Records drawn from a dataset

____

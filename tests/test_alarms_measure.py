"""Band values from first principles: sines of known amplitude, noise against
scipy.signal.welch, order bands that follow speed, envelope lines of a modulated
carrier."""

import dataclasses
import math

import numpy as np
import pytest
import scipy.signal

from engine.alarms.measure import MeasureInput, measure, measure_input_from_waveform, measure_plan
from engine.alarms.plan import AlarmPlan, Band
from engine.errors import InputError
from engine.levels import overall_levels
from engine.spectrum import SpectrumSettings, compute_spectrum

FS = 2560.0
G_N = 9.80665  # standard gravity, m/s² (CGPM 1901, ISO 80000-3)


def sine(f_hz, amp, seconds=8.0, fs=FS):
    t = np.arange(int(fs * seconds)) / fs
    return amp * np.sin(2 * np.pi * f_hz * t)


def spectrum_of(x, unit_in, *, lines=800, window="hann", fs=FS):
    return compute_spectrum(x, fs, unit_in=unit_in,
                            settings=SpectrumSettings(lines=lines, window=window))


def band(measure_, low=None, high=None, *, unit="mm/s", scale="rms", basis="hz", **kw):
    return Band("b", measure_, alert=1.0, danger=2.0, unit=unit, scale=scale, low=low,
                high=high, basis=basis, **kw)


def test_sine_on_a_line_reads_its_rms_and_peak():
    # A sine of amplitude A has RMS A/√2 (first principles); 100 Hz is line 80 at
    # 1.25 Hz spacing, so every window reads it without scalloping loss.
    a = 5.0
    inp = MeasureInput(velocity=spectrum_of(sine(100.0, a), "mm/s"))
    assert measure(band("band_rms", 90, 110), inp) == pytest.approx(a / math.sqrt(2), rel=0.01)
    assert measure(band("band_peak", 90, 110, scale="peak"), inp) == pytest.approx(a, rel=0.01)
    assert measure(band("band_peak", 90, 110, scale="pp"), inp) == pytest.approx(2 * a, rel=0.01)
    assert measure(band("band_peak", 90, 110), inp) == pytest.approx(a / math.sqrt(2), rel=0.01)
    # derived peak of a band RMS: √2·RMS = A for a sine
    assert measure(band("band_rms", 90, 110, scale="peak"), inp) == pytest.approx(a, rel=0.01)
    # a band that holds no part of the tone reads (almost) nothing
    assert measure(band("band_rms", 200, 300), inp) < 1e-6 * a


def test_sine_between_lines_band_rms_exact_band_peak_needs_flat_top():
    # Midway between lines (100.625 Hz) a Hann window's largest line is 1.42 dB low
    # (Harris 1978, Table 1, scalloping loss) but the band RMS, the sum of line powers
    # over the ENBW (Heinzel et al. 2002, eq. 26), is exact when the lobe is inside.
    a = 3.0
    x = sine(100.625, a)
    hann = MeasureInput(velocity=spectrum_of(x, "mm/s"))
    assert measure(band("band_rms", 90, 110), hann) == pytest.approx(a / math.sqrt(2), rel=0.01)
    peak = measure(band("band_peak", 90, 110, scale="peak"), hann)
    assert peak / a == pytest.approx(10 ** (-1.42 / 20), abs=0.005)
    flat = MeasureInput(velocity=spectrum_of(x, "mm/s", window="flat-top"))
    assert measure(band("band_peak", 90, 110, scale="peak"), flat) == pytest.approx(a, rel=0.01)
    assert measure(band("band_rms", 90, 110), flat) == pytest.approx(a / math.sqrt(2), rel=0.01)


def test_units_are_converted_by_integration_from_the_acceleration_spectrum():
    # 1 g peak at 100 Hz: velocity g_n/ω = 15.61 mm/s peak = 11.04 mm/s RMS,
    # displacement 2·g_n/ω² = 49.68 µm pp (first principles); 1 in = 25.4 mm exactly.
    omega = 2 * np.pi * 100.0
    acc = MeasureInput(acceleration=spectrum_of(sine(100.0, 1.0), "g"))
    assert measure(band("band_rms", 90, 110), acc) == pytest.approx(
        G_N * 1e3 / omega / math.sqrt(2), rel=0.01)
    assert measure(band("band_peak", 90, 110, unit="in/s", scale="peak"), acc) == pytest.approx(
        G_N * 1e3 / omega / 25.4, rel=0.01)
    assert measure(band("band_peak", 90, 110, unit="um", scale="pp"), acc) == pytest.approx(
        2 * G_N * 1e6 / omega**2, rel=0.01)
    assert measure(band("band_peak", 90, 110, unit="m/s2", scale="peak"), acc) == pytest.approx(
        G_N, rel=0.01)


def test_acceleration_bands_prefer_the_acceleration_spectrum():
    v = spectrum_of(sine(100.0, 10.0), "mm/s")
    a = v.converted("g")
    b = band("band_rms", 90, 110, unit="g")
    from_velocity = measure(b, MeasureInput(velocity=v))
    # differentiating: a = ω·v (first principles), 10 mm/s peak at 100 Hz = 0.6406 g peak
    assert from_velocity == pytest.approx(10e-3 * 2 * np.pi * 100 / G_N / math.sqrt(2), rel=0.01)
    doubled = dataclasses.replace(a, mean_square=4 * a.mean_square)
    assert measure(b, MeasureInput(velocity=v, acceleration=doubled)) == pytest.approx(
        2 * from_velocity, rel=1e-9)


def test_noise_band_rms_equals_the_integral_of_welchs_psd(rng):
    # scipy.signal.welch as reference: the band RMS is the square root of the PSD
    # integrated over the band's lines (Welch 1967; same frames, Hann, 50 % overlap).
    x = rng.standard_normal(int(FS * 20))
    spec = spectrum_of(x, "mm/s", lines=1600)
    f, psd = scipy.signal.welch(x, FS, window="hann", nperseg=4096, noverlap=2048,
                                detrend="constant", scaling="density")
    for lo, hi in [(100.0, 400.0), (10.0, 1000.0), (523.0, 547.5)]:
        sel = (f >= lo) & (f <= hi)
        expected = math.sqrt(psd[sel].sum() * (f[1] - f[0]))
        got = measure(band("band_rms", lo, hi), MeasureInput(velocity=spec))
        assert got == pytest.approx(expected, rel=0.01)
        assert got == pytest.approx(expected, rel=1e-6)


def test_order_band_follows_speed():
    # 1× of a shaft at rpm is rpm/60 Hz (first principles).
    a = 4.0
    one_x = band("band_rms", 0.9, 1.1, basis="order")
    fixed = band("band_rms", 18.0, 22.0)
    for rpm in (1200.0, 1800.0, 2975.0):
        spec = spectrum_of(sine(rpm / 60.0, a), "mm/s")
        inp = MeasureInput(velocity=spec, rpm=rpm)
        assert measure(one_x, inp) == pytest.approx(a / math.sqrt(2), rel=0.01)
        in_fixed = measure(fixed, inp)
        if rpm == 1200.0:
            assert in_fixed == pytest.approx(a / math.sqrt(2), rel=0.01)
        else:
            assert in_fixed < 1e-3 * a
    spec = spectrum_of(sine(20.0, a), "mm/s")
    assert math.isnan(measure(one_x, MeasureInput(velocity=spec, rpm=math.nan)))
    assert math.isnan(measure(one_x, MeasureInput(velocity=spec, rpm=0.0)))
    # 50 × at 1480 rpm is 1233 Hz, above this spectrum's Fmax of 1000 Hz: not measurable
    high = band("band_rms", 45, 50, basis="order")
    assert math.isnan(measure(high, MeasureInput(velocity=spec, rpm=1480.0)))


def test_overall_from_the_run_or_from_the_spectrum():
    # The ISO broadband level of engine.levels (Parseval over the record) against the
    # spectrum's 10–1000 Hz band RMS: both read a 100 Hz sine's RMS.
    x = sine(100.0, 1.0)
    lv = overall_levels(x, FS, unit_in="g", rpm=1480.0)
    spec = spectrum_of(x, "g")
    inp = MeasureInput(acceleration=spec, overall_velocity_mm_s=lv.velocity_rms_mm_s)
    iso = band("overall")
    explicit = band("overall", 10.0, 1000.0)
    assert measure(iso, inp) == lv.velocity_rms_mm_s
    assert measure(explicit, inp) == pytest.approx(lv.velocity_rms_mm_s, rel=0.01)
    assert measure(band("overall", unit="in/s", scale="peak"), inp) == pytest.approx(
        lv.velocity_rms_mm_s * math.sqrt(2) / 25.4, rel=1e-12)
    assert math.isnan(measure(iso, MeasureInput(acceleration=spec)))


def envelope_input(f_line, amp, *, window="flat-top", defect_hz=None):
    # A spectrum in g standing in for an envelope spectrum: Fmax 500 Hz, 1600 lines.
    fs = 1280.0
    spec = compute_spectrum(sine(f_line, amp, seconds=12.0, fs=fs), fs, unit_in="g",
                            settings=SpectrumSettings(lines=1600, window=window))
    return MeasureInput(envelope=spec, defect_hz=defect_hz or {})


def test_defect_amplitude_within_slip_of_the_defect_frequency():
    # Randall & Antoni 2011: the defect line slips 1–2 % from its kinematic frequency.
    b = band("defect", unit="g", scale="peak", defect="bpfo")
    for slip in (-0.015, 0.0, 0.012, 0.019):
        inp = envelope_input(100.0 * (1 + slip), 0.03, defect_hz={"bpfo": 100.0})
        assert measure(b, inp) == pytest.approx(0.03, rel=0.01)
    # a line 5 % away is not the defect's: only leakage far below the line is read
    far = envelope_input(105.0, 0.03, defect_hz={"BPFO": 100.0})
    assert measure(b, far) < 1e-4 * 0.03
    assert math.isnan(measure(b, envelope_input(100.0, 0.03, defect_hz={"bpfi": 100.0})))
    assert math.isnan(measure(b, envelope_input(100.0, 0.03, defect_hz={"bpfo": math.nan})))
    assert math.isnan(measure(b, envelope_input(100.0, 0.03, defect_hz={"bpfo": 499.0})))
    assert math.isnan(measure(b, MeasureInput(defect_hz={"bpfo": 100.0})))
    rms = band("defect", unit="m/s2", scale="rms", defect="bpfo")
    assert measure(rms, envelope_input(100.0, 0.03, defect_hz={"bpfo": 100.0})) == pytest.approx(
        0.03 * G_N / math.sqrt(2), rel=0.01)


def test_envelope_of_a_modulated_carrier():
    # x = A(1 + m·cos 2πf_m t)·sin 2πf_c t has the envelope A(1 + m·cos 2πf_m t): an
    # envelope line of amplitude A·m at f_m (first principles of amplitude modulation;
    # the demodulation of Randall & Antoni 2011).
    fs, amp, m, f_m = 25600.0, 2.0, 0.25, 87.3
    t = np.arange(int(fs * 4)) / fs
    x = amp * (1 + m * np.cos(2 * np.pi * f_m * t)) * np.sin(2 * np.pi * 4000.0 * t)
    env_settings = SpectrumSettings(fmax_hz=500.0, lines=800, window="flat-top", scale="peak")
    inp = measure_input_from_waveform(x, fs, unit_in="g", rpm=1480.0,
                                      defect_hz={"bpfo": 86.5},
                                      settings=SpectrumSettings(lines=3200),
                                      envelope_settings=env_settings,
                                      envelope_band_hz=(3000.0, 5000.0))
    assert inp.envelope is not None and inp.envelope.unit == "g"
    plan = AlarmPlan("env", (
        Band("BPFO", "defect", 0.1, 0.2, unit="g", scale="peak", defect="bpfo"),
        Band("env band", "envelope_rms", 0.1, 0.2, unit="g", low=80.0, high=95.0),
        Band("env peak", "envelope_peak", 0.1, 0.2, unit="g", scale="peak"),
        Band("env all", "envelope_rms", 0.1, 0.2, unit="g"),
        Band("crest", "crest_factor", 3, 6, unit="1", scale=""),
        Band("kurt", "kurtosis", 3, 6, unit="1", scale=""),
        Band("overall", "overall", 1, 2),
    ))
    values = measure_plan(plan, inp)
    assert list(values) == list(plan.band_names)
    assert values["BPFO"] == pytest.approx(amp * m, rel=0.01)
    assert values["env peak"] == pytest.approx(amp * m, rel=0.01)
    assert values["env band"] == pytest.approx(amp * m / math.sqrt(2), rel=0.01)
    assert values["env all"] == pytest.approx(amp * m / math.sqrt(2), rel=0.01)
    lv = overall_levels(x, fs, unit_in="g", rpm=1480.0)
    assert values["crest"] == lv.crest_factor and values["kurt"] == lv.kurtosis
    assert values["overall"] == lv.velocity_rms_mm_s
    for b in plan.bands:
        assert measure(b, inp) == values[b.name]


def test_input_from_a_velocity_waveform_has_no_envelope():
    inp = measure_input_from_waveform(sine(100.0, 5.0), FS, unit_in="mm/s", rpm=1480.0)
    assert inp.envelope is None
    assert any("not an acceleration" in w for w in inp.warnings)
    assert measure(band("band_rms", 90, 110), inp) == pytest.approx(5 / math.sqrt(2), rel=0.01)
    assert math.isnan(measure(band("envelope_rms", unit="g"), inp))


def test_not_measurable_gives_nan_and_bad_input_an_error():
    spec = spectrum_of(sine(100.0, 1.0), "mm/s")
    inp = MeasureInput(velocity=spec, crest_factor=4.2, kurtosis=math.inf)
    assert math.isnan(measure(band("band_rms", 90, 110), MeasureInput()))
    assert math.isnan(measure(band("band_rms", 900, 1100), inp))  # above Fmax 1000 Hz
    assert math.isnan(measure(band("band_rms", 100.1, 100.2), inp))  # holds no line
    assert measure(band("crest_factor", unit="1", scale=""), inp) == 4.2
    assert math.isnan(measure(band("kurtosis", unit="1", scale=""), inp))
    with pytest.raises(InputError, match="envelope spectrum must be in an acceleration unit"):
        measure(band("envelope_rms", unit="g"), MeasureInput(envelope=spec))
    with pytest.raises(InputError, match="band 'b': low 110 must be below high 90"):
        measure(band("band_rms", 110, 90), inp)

____

■ About this task ■
Retype only the stretch of lines above starting at the one with "import pytest" and stopping at the one with "FS = 2560.0", exactly as written, with both kept.

■ Task solution ■
import pytest
import scipy.signal

from engine.alarms.measure import MeasureInput, measure, measure_input_from_waveform, measure_plan
from engine.alarms.plan import AlarmPlan, Band
from engine.errors import InputError
from engine.levels import overall_levels
from engine.spectrum import SpectrumSettings, compute_spectrum

FS = 2560.0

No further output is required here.